Sua jogabilidade é baseada na mecânica de combate tático em turnos que tem como inspiração direta o famoso XCOM, para quem não está habituado ou não está familiarizado com ao estilo de game um jogo de RPG por turno, tem como característica o jogador esperar a sua vez para criar suas estratégias, se movimentar e atacar. Algo que lembra os jogos de Pokémon e franquia Final Fantasy.

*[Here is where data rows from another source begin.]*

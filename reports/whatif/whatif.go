package whatif

import (
	"bytes"
	"errors"
	"fmt"
	"io"
	"math"
	"strconv"
	"strings"
	"time"

	"github.com/jung-kurt/gofpdf"

	"trimline/instruments/units"
	"trimline/limits"
	"trimline/reports/internal/atomicfile"
	"trimline/reports/internal/pdfdoc"
)

// MaxFlipRows is how many flips the table lists; the rest are counted in a
// closing "… and N more" line.
const MaxFlipRows = 200

// Write renders the report to w as a PDF. generated is the document's date (and
// creation date); a zero time is written as the Unix epoch so the output stays
// reproducible.
func Write(w io.Writer, r Report, generated time.Time) error {
	pdf, err := render(r, generated)
	if err != nil {
		return err
	}
	if err := pdf.Output(w); err != nil {
		return fmt.Errorf("whatif: write PDF: %w", err)
	}
	return nil
}

// WriteFile renders the report and writes it to path atomically: a temporary
// file in the same directory is written, synced and renamed over path. On error
// nothing is left behind and an existing file at path is untouched.
func WriteFile(path string, r Report, generated time.Time) error {
	if path == "" {
		return errors.New("whatif: empty path")
	}
	var buf bytes.Buffer
	if err := Write(&buf, r, generated); err != nil {
		return err
	}
	if err := atomicfile.Write(path, buf.Bytes(), 0o644); err != nil {
		return fmt.Errorf("whatif: %w", err)
	}
	return nil
}

// Page geometry in millimetres.
const (
	pageW    = 210.0
	pageH    = 297.0
	marginL  = 15.0
	marginR  = 15.0
	marginT  = 15.0
	contentW = pageW - marginL - marginR
	bottom   = pageH - 18 // lowest y the body reaches; the footer is below
	ptMM     = 25.4 / 72
)

const (
	sans = pdfdoc.Sans
	mono = pdfdoc.Mono
)

type rgb struct{ r, g, b int }

var (
	colInk    = rgb{28, 30, 36}
	colMuted  = rgb{95, 101, 111}
	colRule   = rgb{188, 193, 200}
	colGrid   = rgb{228, 231, 235}
	colHead   = rgb{231, 235, 240}
	colZebra  = rgb{246, 247, 249}
	colPass   = rgb{22, 126, 60}
	colFail   = rgb{190, 28, 40}
	colReview = rgb{204, 128, 0}
	colBar    = rgb{120, 160, 210}
	colBarEdg = rgb{70, 110, 170}
	colOld    = rgb{120, 120, 120}
	colNew    = rgb{210, 30, 30}
	colWhite  = rgb{255, 255, 255}
)

type doc struct {
	pdf *gofpdf.Fpdf
	r   Report
	gen time.Time
	y   float64
}

func render(r Report, generated time.Time) (*gofpdf.Fpdf, error) {
	stamp := generated.UTC()
	if generated.IsZero() {
		stamp = time.Unix(0, 0).UTC()
	}
	pdf := pdfdoc.New(stamp, marginL, marginT, marginR)
	pdf.SetTitle("What-if re-judging", true)
	pdf.SetSubject(orDash(r.Old)+" → "+orDash(r.New), true)
	pdf.SetCreator("trimline", true)
	pdf.SetProducer("trimline/reports/whatif", true)

	d := &doc{pdf: pdf, r: r, gen: stamp}
	d.newPage()
	d.summary()
	d.pareto()
	for _, dist := range r.Distributions {
		d.histogram(dist)
	}
	d.flips()
	d.footers()
	if err := pdf.Error(); err != nil {
		return nil, fmt.Errorf("whatif: render: %w", err)
	}
	return pdf, nil
}

// ---- drawing helpers ----

func (d *doc) font(weight string, size float64, c rgb) {
	d.pdf.SetFont(sans, weight, size)
	d.pdf.SetTextColor(c.r, c.g, c.b)
}

func (d *doc) fill(c rgb) { d.pdf.SetFillColor(c.r, c.g, c.b) }
func (d *doc) draw(c rgb) { d.pdf.SetDrawColor(c.r, c.g, c.b) }
func (d *doc) newPage()   { d.pdf.AddPage(); d.y = marginT }
func (d *doc) lineH() float64 {
	_, sz := d.pdf.GetFontSize()
	return sz * 1.25
}

// ensure starts a new page unless h mm fit below the current position.
func (d *doc) ensure(h float64) bool {
	if d.y+h > bottom {
		d.newPage()
		return true
	}
	return false
}

// text writes s with its baseline at y, left-aligned at x.
func (d *doc) text(x, y float64, s string) { d.pdf.Text(x, y, s) }

// textR writes s right-aligned at x.
func (d *doc) textR(x, y float64, s string) { d.pdf.Text(x-d.pdf.GetStringWidth(s), y, s) }

// textC writes s centred on x.
func (d *doc) textC(x, y float64, s string) { d.pdf.Text(x-d.pdf.GetStringWidth(s)/2, y, s) }

// fit shortens s with "…" until it is at most w mm wide in the current font.
func (d *doc) fit(s string, w float64) string {
	if d.pdf.GetStringWidth(s) <= w {
		return s
	}
	rs := []rune(s)
	for len(rs) > 0 && d.pdf.GetStringWidth(string(rs)+"…") > w {
		rs = rs[:len(rs)-1]
	}
	return string(rs) + "…"
}

// wrap writes s in the current font as lines of at most w mm from (x, d.y) and
// advances d.y.
func (d *doc) wrap(x, w float64, s string) {
	lh := d.lineH()
	for _, line := range d.pdf.SplitText(s, w) {
		d.y += lh
		d.text(x, d.y-lh*0.25, line)
	}
}

func (d *doc) heading(s string) {
	d.ensure(20)
	d.y += 4
	d.font("B", 12, colInk)
	d.y += 12 * ptMM
	d.text(marginL, d.y, s)
	d.y += 1.5
	d.draw(colRule)
	d.pdf.SetLineWidth(0.3)
	d.pdf.Line(marginL, d.y, marginL+contentW, d.y)
	d.y += 3
}

func (d *doc) footers() {
	n := d.pdf.PageCount()
	for p := 1; p <= n; p++ {
		d.pdf.SetPage(p)
		d.draw(colRule)
		d.pdf.SetLineWidth(0.2)
		d.pdf.Line(marginL, pageH-13, marginL+contentW, pageH-13)
		d.font("", 7, colMuted)
		d.text(marginL, pageH-9, "What-if re-judging · "+d.fit(orDash(d.r.New), 110)+" · generated "+d.gen.Format("2006-01-02 15:04 UTC"))
		d.textR(marginL+contentW, pageH-9, fmt.Sprintf("page %d of %d", p, n))
	}
}

// ---- summary ----

func (d *doc) summary() {
	r := d.r
	d.font("B", 20, colInk)
	d.y += 20 * ptMM
	d.text(marginL, d.y, "What-if re-judging")
	d.y += 4
	d.font("", 10, colInk)
	label := func(k, v string) {
		d.font("", 8, colMuted)
		d.y += 1
		d.text(marginL, d.y+3.2, k)
		d.font("", 10, colInk)
		old := d.y
		d.wrap(marginL+28, contentW-28, v)
		d.y = math.Max(d.y, old+4.5)
	}
	label("Old limit set", orDash(r.Old))
	label("→ New limit set", orDash(r.New))
	label("Generated", d.gen.Format("2006-01-02 15:04 UTC"))
	units := fmt.Sprintf("%d re-judged", r.Units)
	if r.Skipped > 0 {
		units += fmt.Sprintf(", %d of another product skipped", r.Skipped)
	} else {
		units += ", none skipped"
	}
	label("Units", units)
	d.y += 5

	// Yield boxes.
	const boxH = 34.0
	bw := (contentW - 6) / 2
	d.yieldBox(marginL, d.y, bw, boxH, "Yield before (as recorded)", r.Before, nil)
	delta := (r.After.Yield() - r.Before.Yield()) * 100
	d.yieldBox(marginL+bw+6, d.y, bw, boxH, "Yield after (new limit set)", r.After, &delta)
	d.y += boxH + 5

	// Flip counts.
	var fromPass, toPass, other int
	for _, f := range r.Flips {
		switch {
		case f.Old == limits.VerdictPass:
			fromPass++
		case f.New == limits.VerdictPass:
			toPass++
		default:
			other++
		}
	}
	d.font("B", 10, colInk)
	d.y += 4
	d.text(marginL, d.y, fmt.Sprintf("Verdict flips: %d", len(r.Flips)))
	d.font("", 9, colInk)
	d.y += 5
	d.text(marginL+4, d.y, fmt.Sprintf("pass → review/fail: %d     review/fail → pass: %d     review ↔ fail: %d", fromPass, toPass, other))
	d.y += 2
}

func (d *doc) yieldBox(x, y, w, h float64, title string, c VerdictCounts, delta *float64) {
	d.fill(colZebra)
	d.draw(colRule)
	d.pdf.SetLineWidth(0.3)
	d.pdf.Rect(x, y, w, h, "FD")
	d.font("", 8.5, colMuted)
	d.text(x+4, y+6, title)
	d.font("B", 28, colInk)
	big := pct(c.Yield())
	if c.Total() == 0 {
		big = "—"
	}
	d.text(x+4, y+19, big)
	if delta != nil && c.Total() > 0 {
		col := colMuted
		switch {
		case *delta < -0.005:
			col = colFail
		case *delta > 0.005:
			col = colPass
		}
		d.font("B", 10, col)
		d.textR(x+w-4, y+19, signed(*delta)+" points")
	}
	d.font("", 8.5, colInk)
	s := fmt.Sprintf("%d pass · %d review · %d fail", c.Pass, c.Review, c.Fail)
	if c.Other > 0 {
		s += fmt.Sprintf(" · %d other", c.Other)
	}
	s += fmt.Sprintf("  (of %d)", c.Total())
	d.text(x+4, y+27, s)
}

// ---- Pareto ----

func (d *doc) pareto() {
	d.heading("Failures per limit under the new set")
	if len(d.r.Pareto) == 0 {
		d.font("", 9, colMuted)
		d.y += 4
		d.text(marginL, d.y, "The new set has no limits.")
		d.y += 2
		return
	}
	const (
		labelW = 66.0
		countW = 34.0
		rowH   = 5.2
	)
	barX := marginL + labelW + 2
	barW := contentW - labelW - countW - 4
	most := 1
	for _, c := range d.r.Pareto {
		most = max(most, c.Fail+c.Review)
	}
	legend := func() {
		d.font("", 7.5, colMuted)
		d.y += 3.5
		d.fill(colFail)
		d.pdf.Rect(barX, d.y-2.3, 3, 2.5, "F")
		d.text(barX+4, d.y, "fail")
		d.fill(colReview)
		d.pdf.Rect(barX+14, d.y-2.3, 3, 2.5, "F")
		d.text(barX+18, d.y, "review")
		d.textR(marginL+contentW, d.y, "fail / review units")
		d.y += 1.5
	}
	legend()
	for i, c := range d.r.Pareto {
		if d.ensure(rowH) {
			legend()
		}
		if i%2 == 1 {
			d.fill(colZebra)
			d.pdf.Rect(marginL, d.y, contentW, rowH, "F")
		}
		base := d.y + rowH*0.7
		d.font("", 8, colInk)
		name := c.Limit
		if c.Result != "" {
			name += "  (" + c.Result + ")"
		}
		d.text(marginL+1, base, d.fit(name, labelW-1))
		scale := barW / float64(most)
		wf, wr := float64(c.Fail)*scale, float64(c.Review)*scale
		if wf > 0 {
			d.fill(colFail)
			d.pdf.Rect(barX, d.y+1, math.Max(wf, 0.4), rowH-2, "F")
		}
		if wr > 0 {
			d.fill(colReview)
			d.pdf.Rect(barX+wf, d.y+1, math.Max(wr, 0.4), rowH-2, "F")
		}
		d.font("", 8, colInk)
		if c.Fail == 0 && c.Review == 0 {
			d.font("", 8, colMuted)
		}
		d.textR(marginL+contentW, base, fmt.Sprintf("%d / %d", c.Fail, c.Review))
		d.y += rowH
	}
	d.y += 2
}

// ---- histograms ----

// edge is one bound drawn on a histogram.
type edge struct {
	which string // "old", "new" or "old = new"
	upper bool
	limit string
	v     float64 // display unit
}

func (e edge) label() string {
	op := "≥"
	if e.upper {
		op = "≤"
	}
	return e.which + " " + op + " " + num(e.v)
}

Mas foi por essa aplicação do gênero de turnos que despertou a nossa curiosidade e de vários, tentando entender se realmente o game ia dar certo utilizado desta mecânica. Já podemos antecipar que sim, ele realmente funciona aqui, e funciona de forma muito agradável. Inicialmente pode parecer difícil mas o lado irônico do game deixa tudo mais interessante. Os desafios são baseados nas questões de tentativa e erro, e no momento que você começa a pegar o jeito, ele realmente começa a ser muito divertido.

A história

Mário + Rabbids Kingdom Battle foi desenvolvido pela Ubisoft recebendo a atribuição de licença da Nintendo para que pudesse utilizar dos contextos do Mundo Mário junto dos seus famosos Rabbids. Ou seja temos um total desenvolvido da Ubisoft, com apenas uma aprovação Nintendo. Digo isso, pois é muito interessante ver a Ubisoft conseguiu trabalhar os contextos Nintendo, e de forma muito bem trabalhada por sinal.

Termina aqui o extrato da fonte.